--- START ---
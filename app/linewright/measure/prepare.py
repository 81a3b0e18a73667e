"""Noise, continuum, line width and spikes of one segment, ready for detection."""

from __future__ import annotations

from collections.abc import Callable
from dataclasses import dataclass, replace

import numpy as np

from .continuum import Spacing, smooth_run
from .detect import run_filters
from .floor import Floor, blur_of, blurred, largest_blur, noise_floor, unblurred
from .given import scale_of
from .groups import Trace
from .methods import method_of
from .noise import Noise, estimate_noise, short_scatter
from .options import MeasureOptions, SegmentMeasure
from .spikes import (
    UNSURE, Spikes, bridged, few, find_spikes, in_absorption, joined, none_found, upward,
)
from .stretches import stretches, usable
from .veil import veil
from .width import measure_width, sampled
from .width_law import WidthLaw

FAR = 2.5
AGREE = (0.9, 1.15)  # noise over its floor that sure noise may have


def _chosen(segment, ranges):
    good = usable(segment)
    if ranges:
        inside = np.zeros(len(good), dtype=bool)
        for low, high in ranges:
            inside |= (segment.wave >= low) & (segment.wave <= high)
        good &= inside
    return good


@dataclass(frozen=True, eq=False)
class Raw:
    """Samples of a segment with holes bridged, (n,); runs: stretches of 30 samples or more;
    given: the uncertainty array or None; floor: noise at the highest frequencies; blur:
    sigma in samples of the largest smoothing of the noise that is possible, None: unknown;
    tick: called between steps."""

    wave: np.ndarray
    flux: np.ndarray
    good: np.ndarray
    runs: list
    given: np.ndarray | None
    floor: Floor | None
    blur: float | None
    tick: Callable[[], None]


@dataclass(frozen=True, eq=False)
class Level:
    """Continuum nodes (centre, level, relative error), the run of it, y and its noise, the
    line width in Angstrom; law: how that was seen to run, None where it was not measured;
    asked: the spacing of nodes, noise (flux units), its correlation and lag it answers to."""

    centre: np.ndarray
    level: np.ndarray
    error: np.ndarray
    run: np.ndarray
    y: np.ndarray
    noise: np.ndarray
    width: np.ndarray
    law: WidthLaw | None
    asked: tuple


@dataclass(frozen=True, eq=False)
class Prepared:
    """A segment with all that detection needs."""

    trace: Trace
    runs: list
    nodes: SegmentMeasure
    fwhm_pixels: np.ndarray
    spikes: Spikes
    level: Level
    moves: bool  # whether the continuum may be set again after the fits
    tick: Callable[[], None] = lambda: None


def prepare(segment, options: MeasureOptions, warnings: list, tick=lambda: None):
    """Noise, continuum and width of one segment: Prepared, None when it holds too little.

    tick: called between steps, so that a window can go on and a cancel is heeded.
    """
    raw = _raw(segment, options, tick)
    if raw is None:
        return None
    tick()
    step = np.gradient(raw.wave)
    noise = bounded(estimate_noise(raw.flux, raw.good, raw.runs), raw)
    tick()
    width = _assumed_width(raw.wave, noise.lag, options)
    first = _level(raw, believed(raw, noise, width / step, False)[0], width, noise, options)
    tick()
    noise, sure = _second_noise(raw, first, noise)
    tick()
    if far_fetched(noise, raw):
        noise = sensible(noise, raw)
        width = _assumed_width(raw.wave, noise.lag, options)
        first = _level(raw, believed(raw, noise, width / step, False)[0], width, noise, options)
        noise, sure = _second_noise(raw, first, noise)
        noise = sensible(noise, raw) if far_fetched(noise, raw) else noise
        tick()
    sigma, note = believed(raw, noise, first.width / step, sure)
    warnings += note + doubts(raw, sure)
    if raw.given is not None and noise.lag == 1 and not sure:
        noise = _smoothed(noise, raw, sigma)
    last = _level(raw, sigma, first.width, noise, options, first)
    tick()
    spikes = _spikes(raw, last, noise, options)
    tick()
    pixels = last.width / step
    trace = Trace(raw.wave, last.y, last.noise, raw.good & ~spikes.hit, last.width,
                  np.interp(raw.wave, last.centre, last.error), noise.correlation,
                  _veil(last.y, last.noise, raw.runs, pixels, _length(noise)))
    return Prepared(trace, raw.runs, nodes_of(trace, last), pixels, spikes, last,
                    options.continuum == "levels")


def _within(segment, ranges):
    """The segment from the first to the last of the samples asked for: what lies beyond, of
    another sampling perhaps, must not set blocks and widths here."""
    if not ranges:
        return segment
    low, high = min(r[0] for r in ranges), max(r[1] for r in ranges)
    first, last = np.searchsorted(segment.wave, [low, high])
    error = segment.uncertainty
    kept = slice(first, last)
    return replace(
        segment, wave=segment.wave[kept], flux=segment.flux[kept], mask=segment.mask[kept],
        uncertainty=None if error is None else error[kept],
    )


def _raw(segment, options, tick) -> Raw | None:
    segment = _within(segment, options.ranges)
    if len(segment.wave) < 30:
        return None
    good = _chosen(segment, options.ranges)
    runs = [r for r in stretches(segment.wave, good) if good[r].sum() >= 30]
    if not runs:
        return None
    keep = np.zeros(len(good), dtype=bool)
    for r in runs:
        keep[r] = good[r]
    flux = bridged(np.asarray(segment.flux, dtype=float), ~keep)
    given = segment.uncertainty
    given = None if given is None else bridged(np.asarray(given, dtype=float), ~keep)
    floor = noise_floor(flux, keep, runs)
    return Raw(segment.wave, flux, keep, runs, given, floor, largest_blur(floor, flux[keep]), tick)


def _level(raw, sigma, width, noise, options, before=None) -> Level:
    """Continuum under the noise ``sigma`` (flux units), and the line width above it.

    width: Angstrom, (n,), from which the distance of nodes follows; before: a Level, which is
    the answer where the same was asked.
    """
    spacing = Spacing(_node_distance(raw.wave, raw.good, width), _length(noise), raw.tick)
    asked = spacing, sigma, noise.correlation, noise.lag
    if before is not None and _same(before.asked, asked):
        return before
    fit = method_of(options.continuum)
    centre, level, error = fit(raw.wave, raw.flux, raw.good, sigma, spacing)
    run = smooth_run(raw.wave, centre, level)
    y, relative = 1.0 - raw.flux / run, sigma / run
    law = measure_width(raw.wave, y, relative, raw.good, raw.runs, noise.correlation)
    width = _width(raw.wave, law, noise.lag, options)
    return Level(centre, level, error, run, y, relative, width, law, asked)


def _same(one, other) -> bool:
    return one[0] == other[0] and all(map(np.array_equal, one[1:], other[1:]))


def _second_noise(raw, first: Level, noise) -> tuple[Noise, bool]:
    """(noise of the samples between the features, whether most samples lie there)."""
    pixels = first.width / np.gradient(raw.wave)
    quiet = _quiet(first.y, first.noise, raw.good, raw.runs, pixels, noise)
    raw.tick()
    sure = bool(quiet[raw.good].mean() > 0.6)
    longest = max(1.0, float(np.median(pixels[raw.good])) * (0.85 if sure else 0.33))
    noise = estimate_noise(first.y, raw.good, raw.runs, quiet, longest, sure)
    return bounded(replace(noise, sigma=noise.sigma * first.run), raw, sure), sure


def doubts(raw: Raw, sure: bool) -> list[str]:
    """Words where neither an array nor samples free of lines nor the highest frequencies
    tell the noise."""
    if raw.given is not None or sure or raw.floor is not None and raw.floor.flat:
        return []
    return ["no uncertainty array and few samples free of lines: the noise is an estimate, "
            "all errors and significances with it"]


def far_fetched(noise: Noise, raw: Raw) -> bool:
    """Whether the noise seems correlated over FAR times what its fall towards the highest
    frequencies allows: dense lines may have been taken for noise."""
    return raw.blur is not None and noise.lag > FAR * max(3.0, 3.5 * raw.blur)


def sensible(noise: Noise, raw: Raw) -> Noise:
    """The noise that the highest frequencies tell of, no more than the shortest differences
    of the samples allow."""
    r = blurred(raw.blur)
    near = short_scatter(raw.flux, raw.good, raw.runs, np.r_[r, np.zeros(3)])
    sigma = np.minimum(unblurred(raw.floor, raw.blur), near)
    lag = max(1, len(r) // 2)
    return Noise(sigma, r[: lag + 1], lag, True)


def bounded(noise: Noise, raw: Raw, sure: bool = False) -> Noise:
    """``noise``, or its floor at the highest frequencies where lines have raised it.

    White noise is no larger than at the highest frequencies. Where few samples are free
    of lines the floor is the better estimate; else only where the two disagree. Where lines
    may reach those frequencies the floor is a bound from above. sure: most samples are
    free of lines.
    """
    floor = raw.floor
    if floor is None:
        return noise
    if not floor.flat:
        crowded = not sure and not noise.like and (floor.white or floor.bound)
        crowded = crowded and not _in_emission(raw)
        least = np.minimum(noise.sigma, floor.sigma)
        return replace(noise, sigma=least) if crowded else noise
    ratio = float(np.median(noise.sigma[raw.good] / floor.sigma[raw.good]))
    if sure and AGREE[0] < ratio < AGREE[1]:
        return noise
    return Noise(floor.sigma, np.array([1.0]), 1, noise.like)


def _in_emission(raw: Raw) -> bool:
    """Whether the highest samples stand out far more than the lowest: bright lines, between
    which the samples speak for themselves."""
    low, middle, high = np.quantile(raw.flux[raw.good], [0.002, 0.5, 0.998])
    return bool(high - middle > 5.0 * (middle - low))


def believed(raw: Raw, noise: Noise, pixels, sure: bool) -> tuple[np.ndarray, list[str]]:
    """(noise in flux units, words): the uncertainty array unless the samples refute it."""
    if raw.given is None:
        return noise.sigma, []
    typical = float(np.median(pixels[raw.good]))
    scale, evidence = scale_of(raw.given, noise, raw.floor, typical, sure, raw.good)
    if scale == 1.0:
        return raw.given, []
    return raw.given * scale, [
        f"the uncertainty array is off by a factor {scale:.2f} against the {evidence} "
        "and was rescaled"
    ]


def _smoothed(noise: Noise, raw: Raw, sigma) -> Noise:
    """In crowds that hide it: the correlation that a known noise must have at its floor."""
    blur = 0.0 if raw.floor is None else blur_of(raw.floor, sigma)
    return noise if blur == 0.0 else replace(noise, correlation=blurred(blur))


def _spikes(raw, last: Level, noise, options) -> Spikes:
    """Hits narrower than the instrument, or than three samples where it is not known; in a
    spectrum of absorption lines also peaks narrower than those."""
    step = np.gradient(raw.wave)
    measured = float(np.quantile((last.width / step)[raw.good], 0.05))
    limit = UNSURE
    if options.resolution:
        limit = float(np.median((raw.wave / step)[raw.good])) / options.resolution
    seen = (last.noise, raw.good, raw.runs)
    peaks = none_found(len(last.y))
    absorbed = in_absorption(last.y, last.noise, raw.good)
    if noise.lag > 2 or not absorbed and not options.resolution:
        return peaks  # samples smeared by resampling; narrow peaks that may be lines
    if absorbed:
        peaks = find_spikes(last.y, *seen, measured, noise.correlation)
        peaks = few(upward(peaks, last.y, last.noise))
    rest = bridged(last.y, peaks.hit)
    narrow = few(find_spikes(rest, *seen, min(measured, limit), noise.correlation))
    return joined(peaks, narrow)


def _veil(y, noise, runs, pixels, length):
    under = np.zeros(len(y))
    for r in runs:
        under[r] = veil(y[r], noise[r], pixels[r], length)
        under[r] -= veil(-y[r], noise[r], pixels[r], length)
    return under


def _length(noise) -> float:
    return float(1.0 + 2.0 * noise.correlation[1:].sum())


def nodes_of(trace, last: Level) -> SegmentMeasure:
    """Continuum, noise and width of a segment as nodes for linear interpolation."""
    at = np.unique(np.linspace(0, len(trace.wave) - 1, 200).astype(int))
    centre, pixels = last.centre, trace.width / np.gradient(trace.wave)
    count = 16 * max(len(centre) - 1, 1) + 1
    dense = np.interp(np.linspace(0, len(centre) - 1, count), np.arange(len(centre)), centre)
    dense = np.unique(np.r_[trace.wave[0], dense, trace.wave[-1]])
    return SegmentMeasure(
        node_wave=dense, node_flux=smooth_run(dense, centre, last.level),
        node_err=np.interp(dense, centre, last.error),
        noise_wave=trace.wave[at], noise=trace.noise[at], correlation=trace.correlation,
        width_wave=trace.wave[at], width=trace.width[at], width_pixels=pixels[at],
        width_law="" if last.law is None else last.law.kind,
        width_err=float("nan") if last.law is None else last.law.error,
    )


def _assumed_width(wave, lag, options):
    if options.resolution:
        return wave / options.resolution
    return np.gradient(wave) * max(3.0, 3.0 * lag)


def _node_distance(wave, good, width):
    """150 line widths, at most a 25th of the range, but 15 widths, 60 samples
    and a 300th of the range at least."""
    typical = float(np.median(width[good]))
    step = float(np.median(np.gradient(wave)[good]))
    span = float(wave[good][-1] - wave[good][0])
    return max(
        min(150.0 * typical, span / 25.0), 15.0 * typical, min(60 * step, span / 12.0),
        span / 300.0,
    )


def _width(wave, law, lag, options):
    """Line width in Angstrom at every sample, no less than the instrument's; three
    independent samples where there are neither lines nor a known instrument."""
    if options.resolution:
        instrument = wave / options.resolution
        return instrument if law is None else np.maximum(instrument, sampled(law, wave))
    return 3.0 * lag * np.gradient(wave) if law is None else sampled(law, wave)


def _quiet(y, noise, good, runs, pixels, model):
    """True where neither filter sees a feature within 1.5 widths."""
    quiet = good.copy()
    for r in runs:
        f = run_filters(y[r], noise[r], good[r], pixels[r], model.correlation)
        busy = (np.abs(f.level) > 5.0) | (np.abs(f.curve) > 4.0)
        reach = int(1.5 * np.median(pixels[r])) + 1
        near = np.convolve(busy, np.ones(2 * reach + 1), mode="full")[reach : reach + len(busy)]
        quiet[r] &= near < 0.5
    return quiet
--- END ---
_WHAT NEEDS TO BE DONE:_ Each line from the start of the records through the line holding "from .detect import run_filters" must be returned exactly; nothing else belongs in the answer.

_OUTPUT OF THE TASK:_
filename app/linewright/measure/prepare.py
repository 81a3b0e18a73667e
"""Noise, continuum, line width and spikes of one segment, ready for detection."""

from __future__ import annotations

from collections.abc import Callable
from dataclasses import dataclass, replace

import numpy as np

from .continuum import Spacing, smooth_run
from .detect import run_filters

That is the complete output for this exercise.